Avoid These Mistakes When Pitching to Venture Capitalists

(Credit: NeONBRAND via Unsplash) Avoid These Mistakes When Pitching to Venture Capitalists
January 17
2:41 PM 2022

You've got a great idea, and now you just need the money to make it happen. There are a number of different sources you can use to fund your business, and if you are like most entrepreneurs, you'll probably use some combination of those sources. Many startup founders dream of getting funding from venture capital, but how can you increase your chances of impressing these investors? You can start by avoiding the common errors below.

Failing to Do Your Research

You've been spending all your time researching for your business, so you may feel a little frustrated to learn that you need to research venture capitalists as well. However, you need to walk into these meetings knowing what you are doing.
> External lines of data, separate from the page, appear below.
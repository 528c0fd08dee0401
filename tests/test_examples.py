"""Every example runs as a user would run it, without a warning, and says what it is about."""

from __future__ import annotations

import ast
import runpy
from pathlib import Path

import pytest

FOLDER = Path(__file__).parents[1] / "examples"
SAYS = {
    "first_reduction": ("cl_U", "finite tap spacing", "report.html"),
    "cp_only": ("Cp as reported", "rear loading"),
    "samples": ("P03", "as if the rows were independent"),
    "difference_that_matters": ("significant: yes", "called independent"),
    "polar_fit": ("cl_slope", "alpha_zero_lift", "as the sources that change predict", "polar.svg"),
    "sizing_a_scanner": ("17 kPa modules", "worst_ratio", "headroom"),
    "own_stage": ("cl: ", "cm: ", "by Monte Carlo"),
    "many_campaigns": ("better scanner", 'needs a unit; got "0.03"; write the unit that is meant'),
}
LOOP = "many_campaigns"
LONGEST = 45
"""Lines of a script that one copies from."""


def test_every_example_is_run_here() -> None:
    assert {path.stem for path in FOLDER.glob("*.py")} == set(SAYS)


@pytest.mark.parametrize("name", [name for name in SAYS if name != LOOP])
def test_example_runs(name: str, capsys: pytest.CaptureFixture[str]) -> None:
    _run(name, capsys)


def test_better_sources_never_widen_an_interval(capsys: pytest.CaptureFixture[str]) -> None:
    """What the loop over campaigns shows, a third of a source at a time."""
    rows = [line.split() for line in _run(LOOP, capsys).splitlines()[-3:]]
    declared, scanner, angle = ([float(value) for value in row[-3:]] for row in rows)
    assert all(a <= b for better in (scanner, angle) for a, b in zip(better, declared, strict=True))
    assert scanner[2] < declared[2]
    assert angle[1] < declared[1]


def _run(name: str, capsys: pytest.CaptureFixture[str]) -> str:
    """What the example prints; it is short, has a docstring and says what it is about."""
    path = FOLDER / f"{name}.py"
    runpy.run_path(str(path), run_name="__main__")
    said = capsys.readouterr().out
    for words in SAYS[name]:
        assert words in said, words
    text = path.read_text(encoding="utf-8")
    assert ast.get_docstring(ast.parse(text))
    assert len(text.splitlines()) <= LONGEST
    return said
You should understand the basics about how venture capitalists make decisions, such as which firms specialize in the industry you are in and where various firms are in their life cycle. Keep in mind as well that firms specialize in investing at different times. If you're looking for money to get started, make sure that you're pitching to a company that does seed funding instead of investing at later stages.

Making Unsolicited Proposals

The best way to connect is through networking, not through sending your unsolicited business plan via email. Attending conferences and other events that attract venture capitalists is a good way to meet people if you don't know anyone. In the meantime, you might want to look at alternative funding sources, such as grants and loans. Many people also use some of their own money and assets. If you have a permanent life insurance policy, you might be able to sell it through a life settlement and use this money. You can review a guide of the top life settlement companies to help you decide which one is right for you.

Failing to Plan

Don't let stories about people getting funding after scribbling a brilliant, world-changing idea down on a scrap of paper turn your head. Although there are creative funding options for new businesses, these stories are probably wildly exaggerated if they're true at all, and thus are not likely to succeed. Coming to an agreement is usually a matter of months, not weeks and certainly not days or hours. You'll sit through plenty of meetings and provide a lot of information about the details of your company before someone decides to write you a check. As part of this planning, make sure that you identify some of the potential risks that you are facing. VCs know that these can be high-risk investments and they need to know that you understand this as well.

Prepare for Due Diligence

You will need to be able to substantiate any of your claims about your financial situation, how your business is structured and your intellectual property. It can be easy to get so carried away with your idea and thoughts about your startup that you pay less attention than you should to the details, but you'll need to be prepared for this stage. VCs will expect you to be well-organized and able to answer any questions that they ask and provide any documentation that they require.